What needs to be done:
Each line of the data below containing "character" needs to be listed.

[Collected data entries]
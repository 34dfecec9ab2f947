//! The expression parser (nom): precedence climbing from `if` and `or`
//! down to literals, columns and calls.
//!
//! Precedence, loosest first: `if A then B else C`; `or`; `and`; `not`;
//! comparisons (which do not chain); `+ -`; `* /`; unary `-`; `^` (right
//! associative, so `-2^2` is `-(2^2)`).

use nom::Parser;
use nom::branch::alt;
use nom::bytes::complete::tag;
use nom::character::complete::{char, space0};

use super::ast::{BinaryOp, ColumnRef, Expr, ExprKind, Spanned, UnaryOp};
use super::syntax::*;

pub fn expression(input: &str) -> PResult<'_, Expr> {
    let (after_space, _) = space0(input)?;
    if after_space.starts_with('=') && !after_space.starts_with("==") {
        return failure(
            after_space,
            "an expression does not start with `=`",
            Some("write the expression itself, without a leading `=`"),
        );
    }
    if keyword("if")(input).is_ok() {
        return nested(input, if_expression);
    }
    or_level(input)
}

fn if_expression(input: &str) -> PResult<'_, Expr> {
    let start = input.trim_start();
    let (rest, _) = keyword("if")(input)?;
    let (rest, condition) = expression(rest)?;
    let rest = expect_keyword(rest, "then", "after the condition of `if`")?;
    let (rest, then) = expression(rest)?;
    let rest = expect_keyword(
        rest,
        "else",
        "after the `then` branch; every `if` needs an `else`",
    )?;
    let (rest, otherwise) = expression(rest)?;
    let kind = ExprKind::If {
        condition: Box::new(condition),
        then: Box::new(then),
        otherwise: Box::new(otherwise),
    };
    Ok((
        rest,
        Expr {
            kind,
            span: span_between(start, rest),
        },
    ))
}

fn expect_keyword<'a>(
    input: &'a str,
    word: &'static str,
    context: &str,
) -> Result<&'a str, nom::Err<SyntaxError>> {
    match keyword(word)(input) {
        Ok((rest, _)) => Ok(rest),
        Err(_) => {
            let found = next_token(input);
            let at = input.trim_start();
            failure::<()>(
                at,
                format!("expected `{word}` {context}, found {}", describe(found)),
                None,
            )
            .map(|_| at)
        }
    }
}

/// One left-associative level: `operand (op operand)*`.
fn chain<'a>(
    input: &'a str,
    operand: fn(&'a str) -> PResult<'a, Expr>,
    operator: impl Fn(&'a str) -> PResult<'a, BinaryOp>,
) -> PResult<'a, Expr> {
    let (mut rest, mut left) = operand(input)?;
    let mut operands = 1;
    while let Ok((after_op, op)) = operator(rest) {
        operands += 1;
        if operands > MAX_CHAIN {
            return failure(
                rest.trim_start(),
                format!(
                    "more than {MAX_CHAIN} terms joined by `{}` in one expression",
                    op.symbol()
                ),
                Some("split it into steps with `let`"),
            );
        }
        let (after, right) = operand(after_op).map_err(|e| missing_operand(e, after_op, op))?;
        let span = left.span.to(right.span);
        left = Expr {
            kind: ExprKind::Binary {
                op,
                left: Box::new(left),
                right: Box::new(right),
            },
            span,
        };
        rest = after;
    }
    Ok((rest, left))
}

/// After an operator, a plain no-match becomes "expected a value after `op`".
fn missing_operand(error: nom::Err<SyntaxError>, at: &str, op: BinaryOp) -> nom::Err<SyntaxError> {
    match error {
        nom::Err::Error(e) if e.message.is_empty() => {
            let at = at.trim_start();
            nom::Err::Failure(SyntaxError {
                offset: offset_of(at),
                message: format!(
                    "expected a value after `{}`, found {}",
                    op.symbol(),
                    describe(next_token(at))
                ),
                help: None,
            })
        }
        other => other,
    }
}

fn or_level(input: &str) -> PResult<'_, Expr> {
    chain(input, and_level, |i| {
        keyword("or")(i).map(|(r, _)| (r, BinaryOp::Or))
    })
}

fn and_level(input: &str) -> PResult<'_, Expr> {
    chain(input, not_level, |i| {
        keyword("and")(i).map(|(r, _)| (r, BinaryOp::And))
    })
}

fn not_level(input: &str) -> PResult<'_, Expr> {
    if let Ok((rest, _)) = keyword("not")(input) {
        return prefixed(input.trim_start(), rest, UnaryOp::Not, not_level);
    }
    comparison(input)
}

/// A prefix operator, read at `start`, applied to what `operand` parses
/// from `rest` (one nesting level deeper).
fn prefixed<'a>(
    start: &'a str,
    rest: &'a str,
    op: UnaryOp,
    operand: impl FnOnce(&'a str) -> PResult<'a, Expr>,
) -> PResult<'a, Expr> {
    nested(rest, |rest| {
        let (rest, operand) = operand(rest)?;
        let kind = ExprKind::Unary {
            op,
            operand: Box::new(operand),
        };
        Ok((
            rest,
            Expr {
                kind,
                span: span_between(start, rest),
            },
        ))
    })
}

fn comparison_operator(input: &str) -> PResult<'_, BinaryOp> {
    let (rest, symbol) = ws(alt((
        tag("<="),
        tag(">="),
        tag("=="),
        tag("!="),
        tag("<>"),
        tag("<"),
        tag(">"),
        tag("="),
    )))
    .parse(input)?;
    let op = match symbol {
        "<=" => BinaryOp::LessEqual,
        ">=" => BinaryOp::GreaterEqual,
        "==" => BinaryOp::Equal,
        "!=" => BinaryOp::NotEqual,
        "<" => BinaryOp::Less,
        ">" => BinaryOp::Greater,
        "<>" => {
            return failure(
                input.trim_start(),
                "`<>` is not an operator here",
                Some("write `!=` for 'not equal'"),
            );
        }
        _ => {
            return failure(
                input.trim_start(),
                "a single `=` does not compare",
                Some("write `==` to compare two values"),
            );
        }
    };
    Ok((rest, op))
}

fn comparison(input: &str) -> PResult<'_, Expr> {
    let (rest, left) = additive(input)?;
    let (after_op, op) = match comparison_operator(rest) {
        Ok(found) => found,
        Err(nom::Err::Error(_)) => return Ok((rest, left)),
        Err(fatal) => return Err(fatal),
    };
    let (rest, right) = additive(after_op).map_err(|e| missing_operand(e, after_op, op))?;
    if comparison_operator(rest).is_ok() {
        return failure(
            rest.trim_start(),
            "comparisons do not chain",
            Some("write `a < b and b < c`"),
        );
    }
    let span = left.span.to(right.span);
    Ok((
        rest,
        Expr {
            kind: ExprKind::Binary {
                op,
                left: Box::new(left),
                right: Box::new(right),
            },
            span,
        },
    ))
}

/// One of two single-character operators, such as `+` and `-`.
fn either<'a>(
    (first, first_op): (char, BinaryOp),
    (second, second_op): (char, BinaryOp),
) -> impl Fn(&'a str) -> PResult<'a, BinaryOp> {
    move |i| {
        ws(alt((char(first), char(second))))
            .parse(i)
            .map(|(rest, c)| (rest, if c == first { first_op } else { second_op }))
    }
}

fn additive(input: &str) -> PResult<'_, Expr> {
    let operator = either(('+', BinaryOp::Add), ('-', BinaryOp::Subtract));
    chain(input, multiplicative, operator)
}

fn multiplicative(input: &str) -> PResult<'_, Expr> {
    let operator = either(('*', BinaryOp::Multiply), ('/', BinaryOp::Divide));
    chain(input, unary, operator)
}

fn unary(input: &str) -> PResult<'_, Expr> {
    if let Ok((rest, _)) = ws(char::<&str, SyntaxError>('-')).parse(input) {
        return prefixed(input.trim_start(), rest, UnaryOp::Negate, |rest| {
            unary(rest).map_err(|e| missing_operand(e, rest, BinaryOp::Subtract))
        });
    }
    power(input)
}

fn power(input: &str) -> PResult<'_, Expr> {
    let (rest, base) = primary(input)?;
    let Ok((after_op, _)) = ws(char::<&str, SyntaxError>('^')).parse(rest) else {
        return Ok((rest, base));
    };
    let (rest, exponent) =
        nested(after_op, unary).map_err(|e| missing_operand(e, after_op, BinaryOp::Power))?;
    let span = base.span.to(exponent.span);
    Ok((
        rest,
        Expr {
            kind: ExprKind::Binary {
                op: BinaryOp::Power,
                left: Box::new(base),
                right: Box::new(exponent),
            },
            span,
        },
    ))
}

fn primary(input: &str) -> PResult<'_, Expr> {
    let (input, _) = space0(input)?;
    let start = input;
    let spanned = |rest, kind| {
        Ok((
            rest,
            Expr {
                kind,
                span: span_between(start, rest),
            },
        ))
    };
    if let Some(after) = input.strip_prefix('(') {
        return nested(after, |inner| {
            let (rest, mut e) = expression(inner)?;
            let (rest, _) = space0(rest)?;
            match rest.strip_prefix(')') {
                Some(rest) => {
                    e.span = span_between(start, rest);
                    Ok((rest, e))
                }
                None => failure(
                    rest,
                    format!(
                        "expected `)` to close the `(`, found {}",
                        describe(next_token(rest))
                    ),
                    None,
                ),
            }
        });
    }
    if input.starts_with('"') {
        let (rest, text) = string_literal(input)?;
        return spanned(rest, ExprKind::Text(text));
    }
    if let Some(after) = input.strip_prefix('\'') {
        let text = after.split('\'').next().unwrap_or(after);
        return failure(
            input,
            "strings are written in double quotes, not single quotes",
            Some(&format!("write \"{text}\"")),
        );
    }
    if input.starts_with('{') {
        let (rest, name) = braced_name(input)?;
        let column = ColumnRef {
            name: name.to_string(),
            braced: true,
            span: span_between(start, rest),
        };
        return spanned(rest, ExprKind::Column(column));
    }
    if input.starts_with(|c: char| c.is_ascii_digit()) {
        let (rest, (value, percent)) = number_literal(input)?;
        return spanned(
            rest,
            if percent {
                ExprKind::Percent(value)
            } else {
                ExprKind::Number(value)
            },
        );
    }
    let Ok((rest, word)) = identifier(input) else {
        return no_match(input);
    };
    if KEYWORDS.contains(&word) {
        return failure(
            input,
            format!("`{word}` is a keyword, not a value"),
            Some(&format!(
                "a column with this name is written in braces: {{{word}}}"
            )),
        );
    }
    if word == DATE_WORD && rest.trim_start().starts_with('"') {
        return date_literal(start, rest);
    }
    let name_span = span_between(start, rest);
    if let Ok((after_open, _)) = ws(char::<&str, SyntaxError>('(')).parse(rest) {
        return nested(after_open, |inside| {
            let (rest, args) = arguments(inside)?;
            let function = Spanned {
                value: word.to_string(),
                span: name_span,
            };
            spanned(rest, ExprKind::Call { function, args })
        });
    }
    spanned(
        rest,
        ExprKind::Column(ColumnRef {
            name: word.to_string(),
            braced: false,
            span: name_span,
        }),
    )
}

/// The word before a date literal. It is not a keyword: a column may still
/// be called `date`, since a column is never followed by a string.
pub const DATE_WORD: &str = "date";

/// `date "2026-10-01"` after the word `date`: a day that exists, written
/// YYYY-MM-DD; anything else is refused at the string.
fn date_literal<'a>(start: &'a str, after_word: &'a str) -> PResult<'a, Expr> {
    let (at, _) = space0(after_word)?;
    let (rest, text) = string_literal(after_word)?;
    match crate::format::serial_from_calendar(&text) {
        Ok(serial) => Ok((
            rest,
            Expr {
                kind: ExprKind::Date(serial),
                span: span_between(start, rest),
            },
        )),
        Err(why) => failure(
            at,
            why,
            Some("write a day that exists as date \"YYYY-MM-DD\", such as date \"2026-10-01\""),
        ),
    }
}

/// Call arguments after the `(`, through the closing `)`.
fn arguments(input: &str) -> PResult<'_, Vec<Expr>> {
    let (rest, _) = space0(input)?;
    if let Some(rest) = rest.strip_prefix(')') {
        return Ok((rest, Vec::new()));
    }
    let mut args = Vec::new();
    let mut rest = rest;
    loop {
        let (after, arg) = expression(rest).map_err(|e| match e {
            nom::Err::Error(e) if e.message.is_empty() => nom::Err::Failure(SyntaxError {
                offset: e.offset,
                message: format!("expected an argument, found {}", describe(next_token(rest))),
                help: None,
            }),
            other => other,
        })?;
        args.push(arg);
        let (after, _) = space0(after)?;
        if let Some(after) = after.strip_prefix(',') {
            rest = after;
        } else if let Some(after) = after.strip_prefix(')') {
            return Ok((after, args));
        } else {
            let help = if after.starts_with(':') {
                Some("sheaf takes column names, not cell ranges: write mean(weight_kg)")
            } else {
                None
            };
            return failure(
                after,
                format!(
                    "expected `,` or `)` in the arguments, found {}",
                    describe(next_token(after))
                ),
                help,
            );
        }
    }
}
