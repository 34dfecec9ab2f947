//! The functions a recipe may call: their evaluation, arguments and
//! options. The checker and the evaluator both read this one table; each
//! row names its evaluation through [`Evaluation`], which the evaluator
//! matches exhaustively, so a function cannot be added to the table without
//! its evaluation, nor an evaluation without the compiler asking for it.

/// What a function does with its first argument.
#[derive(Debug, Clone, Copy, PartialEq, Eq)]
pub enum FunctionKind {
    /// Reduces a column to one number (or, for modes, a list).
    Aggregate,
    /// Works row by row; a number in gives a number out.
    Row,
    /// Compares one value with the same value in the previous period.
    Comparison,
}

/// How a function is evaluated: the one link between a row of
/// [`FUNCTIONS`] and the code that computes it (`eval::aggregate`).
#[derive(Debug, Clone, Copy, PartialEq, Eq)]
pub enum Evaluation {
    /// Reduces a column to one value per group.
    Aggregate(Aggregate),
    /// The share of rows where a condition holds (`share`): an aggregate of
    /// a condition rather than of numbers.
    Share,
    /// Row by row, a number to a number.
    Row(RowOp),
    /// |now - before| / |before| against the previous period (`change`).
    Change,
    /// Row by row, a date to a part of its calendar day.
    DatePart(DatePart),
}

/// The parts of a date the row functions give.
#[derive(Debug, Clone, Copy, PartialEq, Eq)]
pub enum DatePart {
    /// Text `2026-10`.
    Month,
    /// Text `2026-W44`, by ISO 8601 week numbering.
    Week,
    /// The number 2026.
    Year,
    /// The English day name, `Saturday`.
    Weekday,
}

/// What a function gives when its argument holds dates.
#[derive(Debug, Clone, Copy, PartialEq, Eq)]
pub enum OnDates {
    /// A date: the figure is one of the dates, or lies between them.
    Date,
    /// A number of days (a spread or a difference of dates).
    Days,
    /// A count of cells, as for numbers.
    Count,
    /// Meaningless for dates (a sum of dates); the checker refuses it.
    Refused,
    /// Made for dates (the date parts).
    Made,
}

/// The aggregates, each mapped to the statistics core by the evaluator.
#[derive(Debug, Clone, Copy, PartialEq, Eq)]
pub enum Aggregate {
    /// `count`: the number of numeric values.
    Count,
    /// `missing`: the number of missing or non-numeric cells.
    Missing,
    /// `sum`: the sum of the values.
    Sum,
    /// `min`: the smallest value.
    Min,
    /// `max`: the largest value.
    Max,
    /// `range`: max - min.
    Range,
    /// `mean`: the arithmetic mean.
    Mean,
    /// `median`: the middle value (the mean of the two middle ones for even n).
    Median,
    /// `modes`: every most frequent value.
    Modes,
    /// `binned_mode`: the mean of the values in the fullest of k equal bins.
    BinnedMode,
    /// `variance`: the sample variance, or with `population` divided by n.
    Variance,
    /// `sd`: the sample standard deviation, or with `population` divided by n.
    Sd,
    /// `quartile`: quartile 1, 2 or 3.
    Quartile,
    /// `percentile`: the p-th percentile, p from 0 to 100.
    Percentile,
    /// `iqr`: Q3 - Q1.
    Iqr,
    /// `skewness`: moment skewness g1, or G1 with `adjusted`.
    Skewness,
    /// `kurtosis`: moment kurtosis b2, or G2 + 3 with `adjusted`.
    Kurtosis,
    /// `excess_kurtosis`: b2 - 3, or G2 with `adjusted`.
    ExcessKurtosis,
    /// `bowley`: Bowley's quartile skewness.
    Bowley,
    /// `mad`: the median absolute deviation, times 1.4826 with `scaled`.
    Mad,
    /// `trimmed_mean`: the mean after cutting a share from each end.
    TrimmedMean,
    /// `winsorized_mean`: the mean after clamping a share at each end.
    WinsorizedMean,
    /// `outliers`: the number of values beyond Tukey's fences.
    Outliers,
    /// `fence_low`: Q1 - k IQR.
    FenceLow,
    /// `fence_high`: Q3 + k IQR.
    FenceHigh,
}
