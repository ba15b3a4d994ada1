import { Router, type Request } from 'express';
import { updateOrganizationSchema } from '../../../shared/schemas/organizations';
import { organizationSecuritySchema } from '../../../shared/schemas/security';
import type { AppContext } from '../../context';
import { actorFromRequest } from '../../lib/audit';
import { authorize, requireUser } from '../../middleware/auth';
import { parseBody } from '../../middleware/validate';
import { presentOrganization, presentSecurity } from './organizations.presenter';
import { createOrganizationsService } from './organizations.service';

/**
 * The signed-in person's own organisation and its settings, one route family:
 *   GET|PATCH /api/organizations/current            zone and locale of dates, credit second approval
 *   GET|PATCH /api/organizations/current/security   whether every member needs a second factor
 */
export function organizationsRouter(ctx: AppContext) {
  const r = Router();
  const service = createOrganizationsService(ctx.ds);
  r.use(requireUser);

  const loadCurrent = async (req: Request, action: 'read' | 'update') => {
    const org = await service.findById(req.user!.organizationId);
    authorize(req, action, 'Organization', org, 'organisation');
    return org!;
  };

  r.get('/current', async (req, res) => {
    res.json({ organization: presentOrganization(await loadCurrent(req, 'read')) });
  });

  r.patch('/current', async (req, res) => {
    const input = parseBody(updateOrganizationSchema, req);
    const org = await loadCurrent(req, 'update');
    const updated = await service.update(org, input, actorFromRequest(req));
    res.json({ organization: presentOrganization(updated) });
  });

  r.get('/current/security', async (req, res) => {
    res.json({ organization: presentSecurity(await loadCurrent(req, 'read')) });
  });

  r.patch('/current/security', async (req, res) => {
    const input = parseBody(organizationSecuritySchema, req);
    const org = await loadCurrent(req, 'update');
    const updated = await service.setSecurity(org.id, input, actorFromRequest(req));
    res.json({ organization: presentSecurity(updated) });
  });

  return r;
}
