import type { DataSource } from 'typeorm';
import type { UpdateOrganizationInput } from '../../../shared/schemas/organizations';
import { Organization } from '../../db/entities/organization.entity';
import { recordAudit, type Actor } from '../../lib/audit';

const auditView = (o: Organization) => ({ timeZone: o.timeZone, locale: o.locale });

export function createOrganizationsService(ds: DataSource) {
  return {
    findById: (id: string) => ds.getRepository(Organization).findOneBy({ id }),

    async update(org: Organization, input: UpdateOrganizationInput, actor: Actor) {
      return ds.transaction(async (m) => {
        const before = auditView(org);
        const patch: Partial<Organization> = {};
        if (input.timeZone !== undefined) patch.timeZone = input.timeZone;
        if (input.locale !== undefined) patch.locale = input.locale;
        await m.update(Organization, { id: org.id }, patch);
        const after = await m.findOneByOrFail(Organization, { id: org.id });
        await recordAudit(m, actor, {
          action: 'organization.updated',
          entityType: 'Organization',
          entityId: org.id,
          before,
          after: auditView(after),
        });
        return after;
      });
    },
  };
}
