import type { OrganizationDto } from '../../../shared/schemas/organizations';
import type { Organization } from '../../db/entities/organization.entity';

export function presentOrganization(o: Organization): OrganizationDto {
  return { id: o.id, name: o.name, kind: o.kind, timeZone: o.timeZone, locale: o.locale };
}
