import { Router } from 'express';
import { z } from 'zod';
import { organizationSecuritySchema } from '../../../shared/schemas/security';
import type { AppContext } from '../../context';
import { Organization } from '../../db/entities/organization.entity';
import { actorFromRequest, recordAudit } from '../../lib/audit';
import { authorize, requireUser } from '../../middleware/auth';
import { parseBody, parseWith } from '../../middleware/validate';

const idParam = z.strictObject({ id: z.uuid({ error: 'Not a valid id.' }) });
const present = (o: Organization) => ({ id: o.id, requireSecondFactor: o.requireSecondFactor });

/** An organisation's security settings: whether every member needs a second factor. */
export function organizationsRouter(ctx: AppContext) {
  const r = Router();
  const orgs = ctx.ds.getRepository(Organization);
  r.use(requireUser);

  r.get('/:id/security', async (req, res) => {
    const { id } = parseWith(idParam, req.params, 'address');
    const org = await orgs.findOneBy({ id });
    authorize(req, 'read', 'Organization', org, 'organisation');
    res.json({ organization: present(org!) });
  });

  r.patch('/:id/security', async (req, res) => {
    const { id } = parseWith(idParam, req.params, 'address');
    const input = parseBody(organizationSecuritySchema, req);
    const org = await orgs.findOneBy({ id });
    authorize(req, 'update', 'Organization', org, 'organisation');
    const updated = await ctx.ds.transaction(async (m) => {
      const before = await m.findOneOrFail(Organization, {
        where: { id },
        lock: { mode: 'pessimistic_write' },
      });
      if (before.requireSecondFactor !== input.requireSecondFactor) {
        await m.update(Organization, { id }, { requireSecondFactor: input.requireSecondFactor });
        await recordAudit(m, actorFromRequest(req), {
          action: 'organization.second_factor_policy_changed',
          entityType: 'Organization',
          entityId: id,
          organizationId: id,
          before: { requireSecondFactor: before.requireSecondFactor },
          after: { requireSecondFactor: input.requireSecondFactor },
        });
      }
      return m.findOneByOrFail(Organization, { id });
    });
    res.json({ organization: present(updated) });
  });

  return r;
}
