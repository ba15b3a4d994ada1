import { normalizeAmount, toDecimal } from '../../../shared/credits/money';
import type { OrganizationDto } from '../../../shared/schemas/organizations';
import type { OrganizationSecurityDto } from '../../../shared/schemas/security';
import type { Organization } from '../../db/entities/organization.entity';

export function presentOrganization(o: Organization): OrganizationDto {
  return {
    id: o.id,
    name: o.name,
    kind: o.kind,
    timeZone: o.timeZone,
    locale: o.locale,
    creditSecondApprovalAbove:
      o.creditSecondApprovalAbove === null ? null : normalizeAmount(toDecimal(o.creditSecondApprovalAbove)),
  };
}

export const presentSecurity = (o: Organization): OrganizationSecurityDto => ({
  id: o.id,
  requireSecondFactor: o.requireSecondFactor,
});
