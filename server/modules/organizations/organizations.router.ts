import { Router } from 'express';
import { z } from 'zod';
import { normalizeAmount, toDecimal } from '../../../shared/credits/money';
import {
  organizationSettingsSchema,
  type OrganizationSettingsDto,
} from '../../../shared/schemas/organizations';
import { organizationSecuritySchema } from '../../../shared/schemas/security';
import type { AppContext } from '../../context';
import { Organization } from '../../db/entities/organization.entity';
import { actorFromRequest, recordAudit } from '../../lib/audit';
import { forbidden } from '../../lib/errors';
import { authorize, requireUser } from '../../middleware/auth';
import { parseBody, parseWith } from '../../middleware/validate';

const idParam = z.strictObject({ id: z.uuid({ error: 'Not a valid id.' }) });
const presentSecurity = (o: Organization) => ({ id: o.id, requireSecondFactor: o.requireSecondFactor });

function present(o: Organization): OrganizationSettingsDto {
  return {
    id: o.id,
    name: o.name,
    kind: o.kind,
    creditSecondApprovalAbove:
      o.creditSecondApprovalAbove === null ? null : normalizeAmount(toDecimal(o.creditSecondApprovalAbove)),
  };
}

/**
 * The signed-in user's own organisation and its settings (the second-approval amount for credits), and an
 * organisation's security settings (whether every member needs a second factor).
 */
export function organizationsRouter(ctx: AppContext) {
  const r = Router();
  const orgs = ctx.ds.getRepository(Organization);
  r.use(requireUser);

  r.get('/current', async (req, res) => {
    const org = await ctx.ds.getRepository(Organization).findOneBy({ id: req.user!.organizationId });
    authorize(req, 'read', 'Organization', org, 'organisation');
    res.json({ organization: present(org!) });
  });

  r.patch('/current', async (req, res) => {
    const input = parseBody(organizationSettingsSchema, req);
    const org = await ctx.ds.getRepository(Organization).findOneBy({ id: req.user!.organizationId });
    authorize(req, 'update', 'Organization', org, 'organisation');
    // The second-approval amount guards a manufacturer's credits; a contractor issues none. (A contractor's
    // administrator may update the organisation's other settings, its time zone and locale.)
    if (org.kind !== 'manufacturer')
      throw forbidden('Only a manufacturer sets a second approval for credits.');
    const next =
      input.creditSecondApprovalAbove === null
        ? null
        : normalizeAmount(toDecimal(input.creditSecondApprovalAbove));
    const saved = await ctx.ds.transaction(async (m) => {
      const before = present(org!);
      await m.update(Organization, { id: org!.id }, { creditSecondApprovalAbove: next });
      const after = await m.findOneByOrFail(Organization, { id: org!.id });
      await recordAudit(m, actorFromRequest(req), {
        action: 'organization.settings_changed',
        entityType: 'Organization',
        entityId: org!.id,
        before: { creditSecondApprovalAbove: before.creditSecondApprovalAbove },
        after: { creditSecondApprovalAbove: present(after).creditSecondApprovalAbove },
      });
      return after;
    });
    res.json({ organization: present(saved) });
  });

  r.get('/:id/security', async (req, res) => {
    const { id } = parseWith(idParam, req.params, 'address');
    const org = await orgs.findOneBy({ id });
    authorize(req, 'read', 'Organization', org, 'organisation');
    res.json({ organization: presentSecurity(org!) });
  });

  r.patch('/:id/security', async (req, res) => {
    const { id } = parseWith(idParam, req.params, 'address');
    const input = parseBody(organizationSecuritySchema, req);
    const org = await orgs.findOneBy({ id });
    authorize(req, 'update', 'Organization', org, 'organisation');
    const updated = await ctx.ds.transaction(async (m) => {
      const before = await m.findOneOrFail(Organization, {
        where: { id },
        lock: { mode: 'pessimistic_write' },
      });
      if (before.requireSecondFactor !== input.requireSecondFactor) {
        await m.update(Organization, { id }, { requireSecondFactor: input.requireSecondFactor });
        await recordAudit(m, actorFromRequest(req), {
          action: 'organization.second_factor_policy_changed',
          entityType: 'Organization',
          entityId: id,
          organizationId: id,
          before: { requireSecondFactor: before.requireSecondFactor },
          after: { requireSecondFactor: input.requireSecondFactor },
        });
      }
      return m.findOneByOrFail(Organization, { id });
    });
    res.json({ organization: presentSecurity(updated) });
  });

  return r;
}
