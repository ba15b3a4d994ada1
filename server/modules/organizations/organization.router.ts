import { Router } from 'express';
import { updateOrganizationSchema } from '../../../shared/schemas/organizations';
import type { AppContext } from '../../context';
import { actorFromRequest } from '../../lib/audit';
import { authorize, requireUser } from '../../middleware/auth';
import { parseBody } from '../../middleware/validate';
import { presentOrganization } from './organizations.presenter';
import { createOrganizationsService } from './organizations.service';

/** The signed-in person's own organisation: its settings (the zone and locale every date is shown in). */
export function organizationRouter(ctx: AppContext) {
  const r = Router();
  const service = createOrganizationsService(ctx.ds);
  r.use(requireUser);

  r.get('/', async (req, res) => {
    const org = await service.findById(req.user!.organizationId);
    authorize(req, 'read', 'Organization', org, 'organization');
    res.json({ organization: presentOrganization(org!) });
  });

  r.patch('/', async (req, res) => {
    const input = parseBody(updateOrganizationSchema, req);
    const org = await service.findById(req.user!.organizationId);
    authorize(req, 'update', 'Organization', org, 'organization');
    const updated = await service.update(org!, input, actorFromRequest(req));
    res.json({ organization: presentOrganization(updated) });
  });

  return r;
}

Response:
use nom::character::complete::{char, space0};
/// One of two single-character operators, such as `+` and `-`.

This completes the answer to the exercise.